9. Revert downsampled, symmetry expanded particles#

Re-extracting particles after symmetry expansion is wasteful, since it creates a particle stack N times larger than is necessary, where N is the number of symmetry-related positions. However, during particle cleanup it is often helpful to work with smaller images, since most cleanup operations do not require high resolution information.

This notebook illustrates the process of using a subset of particles (presumably after some junk has been removed) to filter the full-size particle images.

We presume the following jobs have already been run in CryoSPARC:

  • an initial consensus refinement

  • a symmetry expansion of this consensus refinement. This is the full-size symmetry expansion, in our case Job 31.

  • a Downsample job of the consensus refinement

  • a symmetry expansion of this Downsample job.

  • some number of jobs to curate and filter the downsampled, symmetry-expanded particles. This is the downsampled particle stack, in our case Job 34.

An example of the workflow expected for this script. J15 is the consensus refinement, J31 the full-size symmetry expansion, and J20 the downsampled, symmetry-expanded particles.

Warning

The results of this notebook will retain all poses, CTF fit, and other information from the full-size symmetry expansion. If the poses or other information from the jobs performed on the downsampled, symmetry-expanded particles are required, they will need to be transferred to the final result.

from cryosparc.tools import CryoSPARC
import numpy as np

cs = CryoSPARC(base_port=40000)
cs.test_connection()
Connection succeeded to CryoSPARC command_core at http://localhost:40002
Connection succeeded to CryoSPARC command_vis at http://localhost:40003
Connection succeeded to CryoSPARC command_rtp at http://localhost:40005
True

First, we load the relevant projects and jobs. Storing the project and job IDs in variables makes later steps easier.

select_project = "P294"
select_workspace = "W2"
job_fullsize_particles = "J31"
job_downsampled_particles = "J34"

ds_particles = cs.find_job(select_project, job_downsampled_particles).load_output("particles")
full_particles = cs.find_job(select_project, job_fullsize_particles).load_output("particles")
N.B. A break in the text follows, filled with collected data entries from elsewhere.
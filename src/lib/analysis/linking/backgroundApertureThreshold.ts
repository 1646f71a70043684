import KDBush from 'kdbush';
import type { Point, Raster } from '../types';
import { AnalysisError } from '../errors';
import { aperturePhotometry } from '../fluorescence/aperturePhotometry';
import { thresholdFromControls, type ThresholdFromControlsResult } from './thresholdFromControls';

/** Options of {@link backgroundApertureThreshold}. */
export interface BackgroundApertureThresholdOptions {
  /** PSF standard deviation (px); the apertures use the same defaults as {@link aperturePhotometry}. Required. */
  sigmaPx: number;
  /**
   * Aperture radius (px), as used for the vesicles.
   * @default 2·sigmaPx
   */
  radiusPx?: number;
  /**
   * Background apertures keep at least this distance from every vesicle and spot (px).
   * @default 6·sigmaPx
   */
  exclusionRadiusPx?: number;
  /**
   * Upper limit on the number of apertures (count).
   * @default 400
   */
  maxApertures?: number;
  /**
   * Threshold = mean + k·SD of the background apertures.
   * @default 3
   */
  k?: number;
}

/** Result of {@link backgroundApertureThreshold}. */
export interface BackgroundApertureThresholdResult extends ThresholdFromControlsResult {
  /** Centres of the apertures used (px). */
  readonly positions: Point[];
}

/**
 * Positivity threshold for one channel when no control sample exists: net aperture counts at empty places of the
 * same frame, mean + k·SD. Candidate centres lie on a square lattice (spacing = annulus diameter, so apertures do not
 * overlap), are kept when they are far from every vesicle and spot and their annulus is inside the frame, and are
 * thinned evenly to `maxApertures`. Deterministic: no random placement.
 *
 * @param raster - fluorescence frame (counts); not modified
 * @param avoidPx - vesicle and spot positions to stay away from (px); not modified
 * @param options - see {@link BackgroundApertureThresholdOptions}
 * @returns the threshold (net aperture counts), its ingredients and the aperture centres
 * @throws AnalysisError `too_few_background_apertures` when fewer than 10 places are free
 */
export function backgroundApertureThreshold(
  raster: Raster,
  avoidPx: readonly Point[],
  options: BackgroundApertureThresholdOptions,
): BackgroundApertureThresholdResult {
  const { sigmaPx, radiusPx = 2 * sigmaPx, exclusionRadiusPx = 6 * sigmaPx, maxApertures = 400, k = 3 } = options;
  const inner = Math.max(radiusPx + 1, 3 * sigmaPx);
  const outer = inner + Math.max(3, 2 * sigmaPx);
  const spacing = 2 * outer;
  const index = new KDBush(Math.max(1, avoidPx.length));
  for (const p of avoidPx) index.add(p.x, p.y);
  if (avoidPx.length === 0) index.add(-1e9, -1e9);
  index.finish();

  // candidates
  const candidates: Point[] = [];
  for (let y = outer + 1; y < raster.height - outer - 1; y += spacing) {
    for (let x = outer + 1; x < raster.width - outer - 1; x += spacing) {
      if (index.within(x, y, exclusionRadiusPx).length === 0) candidates.push({ x, y });
    }
  }
  if (candidates.length < 10) {
    throw new AnalysisError(
      'too_few_background_apertures',
      `only ${candidates.length} empty places for background apertures; need at least 10 (frame too crowded or small)`,
      { nbCandidates: candidates.length },
    );
  }
  const step = Math.max(1, candidates.length / maxApertures);
  const positions: Point[] = [];
  for (let i = 0; i < candidates.length && positions.length < maxApertures; i += step) positions.push(candidates[Math.floor(i)]);

  // measure
  const values = positions.map((p) => aperturePhotometry(raster, p, { sigmaPx, radiusPx }).netCounts);
  return { ...thresholdFromControls(values, k), positions };
}
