import { mean, sampleStandardDeviation } from 'simple-statistics';
import { AnalysisError } from '../errors';

/** Result of {@link thresholdFromControls}. */
export interface ThresholdFromControlsResult {
  /** mean + k·SD (input unit, e.g. counts). */
  readonly thresholdCounts: number;
  readonly meanCounts: number;
  /** Sample SD (n − 1) of the controls (input unit). */
  readonly sdCounts: number;
  readonly nbControls: number;
  readonly k: number;
}

/**
 * Positivity threshold from negative-control intensities (isotype, secondary-only, unstained): mean + k·SD,
 * the limit-of-detection form x̄_blank + k·s_blank. Using it for EV marker calls with k = 3 is common practice.
 *
 * @param values - control intensities (counts); not modified
 * @param k - number of SDs above the mean (dimensionless)
 * @returns the threshold and its ingredients
 * @throws AnalysisError `too_few_controls` with fewer than 2 finite values; RangeError for a negative k
 * @see IUPAC Gold Book, "limit of detection" (L03540); Armbruster DA, Pry T. Clin Biochem Rev 29 Suppl 1:S49, 2008.
 */
export function thresholdFromControls(values: readonly number[], k = 3): ThresholdFromControlsResult {
  if (!(k >= 0)) throw new RangeError(`k must be ≥ 0, got ${k}`);
  const finite = values.filter(Number.isFinite);
  if (finite.length < 2) {
    throw new AnalysisError('too_few_controls', `need at least 2 finite control values, got ${finite.length}`, {
      nbControls: finite.length,
    });
  }
  const meanCounts = mean(finite);
  const sdCounts = sampleStandardDeviation(finite);
  return { thresholdCounts: meanCounts + k * sdCounts, meanCounts, sdCounts, nbControls: finite.length, k };
}
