import type { ThresholdControlKind } from './types';
import { DEFAULT_CONTROL_QUANTILE } from './describeMarkerCallRule';

/** Options of {@link controlQuantileThreshold}. */
export interface ControlQuantileThresholdOptions {
  /** Quantile of the control amplitudes that sets the threshold (0–1). @default 0.99 */
  quantile?: number;
  /**
   * Fewest control values a kind needs to set a threshold (count); with 100 values the 0.99 quantile lies between
   * the two largest, with fewer it is little more than the maximum.
   * @default 100
   */
  minControls?: number;
}

/** One control kind's threshold. */
export interface ControlKindThreshold {
  readonly kind: ThresholdControlKind;
  /** The quantile of the kind's control amplitudes (counts). */
  readonly thresholdCounts: number;
  readonly nbControls: number;
  readonly quantile: number;
}

/** Result of {@link controlQuantileThreshold}. */
export interface ControlQuantileThresholdResult {
  /** Every kind with enough values. */
  readonly byKind: Partial<Record<ThresholdControlKind, ControlKindThreshold>>;
  /** The kind used: the highest threshold of those with enough values (the stricter control); null when none. */
  readonly chosen: ControlKindThreshold | null;
}

/**
 * Specificity thresholds of one marker from control samples' vesicles, per control kind (isotype, secondary-only;
 * buffer-only controls carry no antibody and so never set one): the given quantile of the control vesicles' joint
 * amplitudes. A high quantile rather than mean + k·SD because non-specific binding is skewed: most control vesicles
 * carry nothing and a few carry bound antibody, so the SD describes neither; "above 99 % of control vesicles" states the
 * specificity directly. When both kinds are present the stricter (higher) threshold is used, and both are reported.
 *
 * @param valuesByKind - control vesicles' joint amplitudes per kind (counts); not modified; non-finite values skipped
 * @param options - see {@link ControlQuantileThresholdOptions}
 * @returns the thresholds per kind and the one chosen
 * @throws RangeError for a quantile outside (0, 1)
 * @see Hyndman RJ, Fan Y. Sample quantiles in statistical packages. Am Stat 50:361–365, 1996 (definition 7, R's default).
 */
export function controlQuantileThreshold(
  valuesByKind: Readonly<Partial<Record<ThresholdControlKind, readonly number[]>>>,
  options: ControlQuantileThresholdOptions = {},
): ControlQuantileThresholdResult {
  const { quantile = DEFAULT_CONTROL_QUANTILE, minControls = 100 } = options;
  if (!(quantile > 0 && quantile < 1)) throw new RangeError(`quantile must lie in (0, 1), got ${quantile}`);
  const byKind: Partial<Record<ThresholdControlKind, ControlKindThreshold>> = {};
  let chosen: ControlKindThreshold | null = null;
  for (const kind of ['isotype', 'secondary_only'] as const) {
    const values = (valuesByKind[kind] ?? []).filter(Number.isFinite).sort((a, b) => a - b);
    if (values.length < Math.max(2, minControls)) continue;
    // Hyndman–Fan definition 7: h = (n − 1)·p, linear between the order statistics around h
    const h = (values.length - 1) * quantile;
    const lo = Math.floor(h);
    const thresholdCounts = values[lo] + (h - lo) * ((values[lo + 1] ?? values[lo]) - values[lo]);
    const t = { kind, thresholdCounts, nbControls: values.length, quantile };
    byKind[kind] = t;
    if (!chosen || thresholdCounts > chosen.thresholdCounts) chosen = t;
  }
  return { byKind, chosen };
}
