import { useRef, type InputHTMLAttributes } from 'react';
import {
  DEFAULT_HEIGHT_DISPLAY, channelRange, formatCounts, parseTint, storedWindow, toHex, fromHex, type ChannelDisplay, type HeightDisplay,
} from './layerDisplay';
import { markerOf, type ViewerLayer } from './viewerLayer';
import { useCssVariables } from '../useCssVariables';

/** The display controls under the viewer: one row per shown layer (display only; the data are not changed). */

const ROW = 'grid grid-cols-[8rem_4.5rem_minmax(0,1fr)_minmax(0,1.3fr)_minmax(0,1.3fr)_auto] items-center gap-x-5 px-3 py-2';

/** A labelled slider with its current value (and unit) above it. */
function Slider({ label, shows, valueTestId, ...input }: { label: string; shows: string; valueTestId?: string } & InputHTMLAttributes<HTMLInputElement>) {
  return (
    <label className="block min-w-0">
      <span className="flex justify-between gap-2 text-xs text-mica-600">
        <span>{label}</span>
        <span className="tabular-nums text-mica-800" data-testid={valueTestId}>{shows}</span>
      </span>
      <input type="range" className="w-full accent-tip-600" {...input} />
    </label>
  );
}

export function HeightRow({ display, onChange }: { display: HeightDisplay; onChange: (d: HeightDisplay) => void }) {
  return (
    <div className={ROW} data-testid="layer-controls-height">
      <span className="font-medium text-mica-800">Height map</span>
      <span />
      <Slider label="Brightness" shows={`${display.brightnessPct} %`} min={50} max={300} step={5} value={display.brightnessPct}
        aria-label="Brightness of the height map" onChange={(e) => onChange({ ...display, brightnessPct: Number(e.target.value) })} />
      <Slider label="Contrast" shows={`${display.contrastPct} %`} min={50} max={300} step={5} value={display.contrastPct}
        aria-label="Contrast of the height map" onChange={(e) => onChange({ ...display, contrastPct: Number(e.target.value) })} />
      <span />
      <button type="button" className="btn btn-quiet" aria-label="Reset height map display" onClick={() => onChange(DEFAULT_HEIGHT_DISPLAY)}>Reset</button>
    </div>
  );
}

export interface ChannelRowProps {
  layer: ViewerLayer;
  visible: boolean;
  onVisible: (on: boolean) => void;
  opacity: number;
  onOpacity: (o: number) => void;
  display: ChannelDisplay | undefined;
  onDisplay: (which: 'black' | 'white', counts: number) => void;
  onColour: (colour: [number, number, number]) => void;
  onReset: () => void;
}

export function ChannelRow({ layer, visible, onVisible, opacity, onOpacity, display, onDisplay, onColour, onReset }: ChannelRowProps) {
  const name = markerOf(layer);
  const w = storedWindow(layer.display);
  const range = w ? channelRange(w) : null;
  const tint = parseTint(layer.display.colour);
  return (
    <div className={ROW} data-testid={`layer-controls-${layer.layer}`}>
      <label className="inline-flex items-center gap-2 font-medium text-mica-800">
        <input type="checkbox" className="accent-tip-600" aria-label={`Show ${name}`} checked={visible} onChange={(e) => onVisible(e.target.checked)} />
        {name}
      </label>
      {tint && display ? (
        <label className="inline-flex items-center gap-1.5 text-xs text-mica-600" title="Display colour (screen only)">
          <input type="color" className="w-7 h-6 p-0 border border-mica-200 rounded cursor-pointer bg-white" aria-label={`Colour of ${name}`}
            value={toHex(display.colour ?? tint)} onChange={(e) => { const c = fromHex(e.target.value); if (c) onColour(c); }} />
          colour
        </label>
      ) : (
        <Swatch colour={String(layer.display.colour ?? '#fff')} />
      )}
      <Slider label="Opacity" shows={`${Math.round(opacity * 100)} %`} min={0.1} max={1} step={0.05} value={opacity}
        aria-label={`Opacity of ${name}`} onChange={(e) => onOpacity(Number(e.target.value))} />
      {range && display ? (
        <>
          <Slider label="Black at" shows={formatCounts(display.blackCounts)} valueTestId={`black-${layer.layer}`} min={range.min} max={range.max} step={range.step}
            value={display.blackCounts} aria-label={`Black level of ${name}`} onChange={(e) => onDisplay('black', Number(e.target.value))} />
          <Slider label="Full colour at" shows={formatCounts(display.whiteCounts)} valueTestId={`white-${layer.layer}`} min={range.min} max={range.max} step={range.step}
            value={display.whiteCounts} aria-label={`Full colour level of ${name}`} onChange={(e) => onDisplay('white', Number(e.target.value))} />
        </>
      ) : (
        <span className="col-span-2 text-xs text-mica-400">Levels appear once the field has been processed again.</span>
      )}
      <button type="button" className="btn btn-quiet" aria-label={`Reset display of ${name}`} onClick={onReset}>Reset</button>
    </div>
  );
}

/** A channel's colour dot (the colour comes from the data). */
function Swatch({ colour }: { colour: string }) {
  const el = useRef<HTMLSpanElement>(null);
  useCssVariables(el, { '--swatch': colour });
  return <span ref={el} className="inline-block w-3 h-3 rounded-full bg-(--swatch)" />;
}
Symmetry expansion assigns a new UID to each particle, so we cannot simply use UIDs to filter the fullsize particles. Instead, we must use the combination of two other fields created during symmetry expansion:

  • sym_expand/src_uid, which stores the UID of the original, unexpanded particle image from which this symmetry copy was created

  • sym_expand/idx, which stores the index for this symmetry copy. For example, in a C2 symmetry expansion, sym_expand/idx alternates between 0 and 1; in a C6 expansion it would range from 0 to 5.

The combination of these two fields uniquely identifies a symmetry expansion of a particle image. We add a field to both the fullsize and downsampled symmetry-expanded particles containing the combination of these fields.

full_particles.add_fields(["intersect_field"], ["str"])
full_particles["intersect_field"] = [
    # this list comprehension creates a combined field, like 123456.0 for a particle
    # with src_uid = 123456 and idx = 0
    f"{r['sym_expand/src_uid']}.{r['sym_expand/idx']}"
    for r in full_particles.rows()
]
ds_particles.add_fields(["intersect_field"], ["str"])
ds_particles["intersect_field"] = [f"{r['sym_expand/src_uid']}.{r['sym_expand/idx']}" for r in ds_particles.rows()]

Next, we keep only the particles with an intersect_field value that is in the downsampled particles as well. This step is a little slow, since it is performing a great number of string comparisons.

intersection = full_particles.query({"intersect_field": ds_particles["intersect_field"]})

Finally, we use save_external_result to create an External Job in our CryoSPARC instance containing only the filtered particles.

Note that we pass the fullsize particles’ poses through. If the poses from the downsampled particles were desired, first the pixel size and shifts would have to be adjusted for the new, fullsize images.

cs.save_external_result(
    select_project,
    select_workspace,
    intersection,
    type="particle",
    name="sym_expand_intersection",
    slots=["blob"],
    passthrough=(job_fullsize_particles, "particles"),
    title="Filtered Subset",
)
'J55'

Checking J55, we see that we have successfully filtered the particles to the desired subset:

A screenshot of the External Job outputs showing that the resulting particle stack contains only 10,000 particles.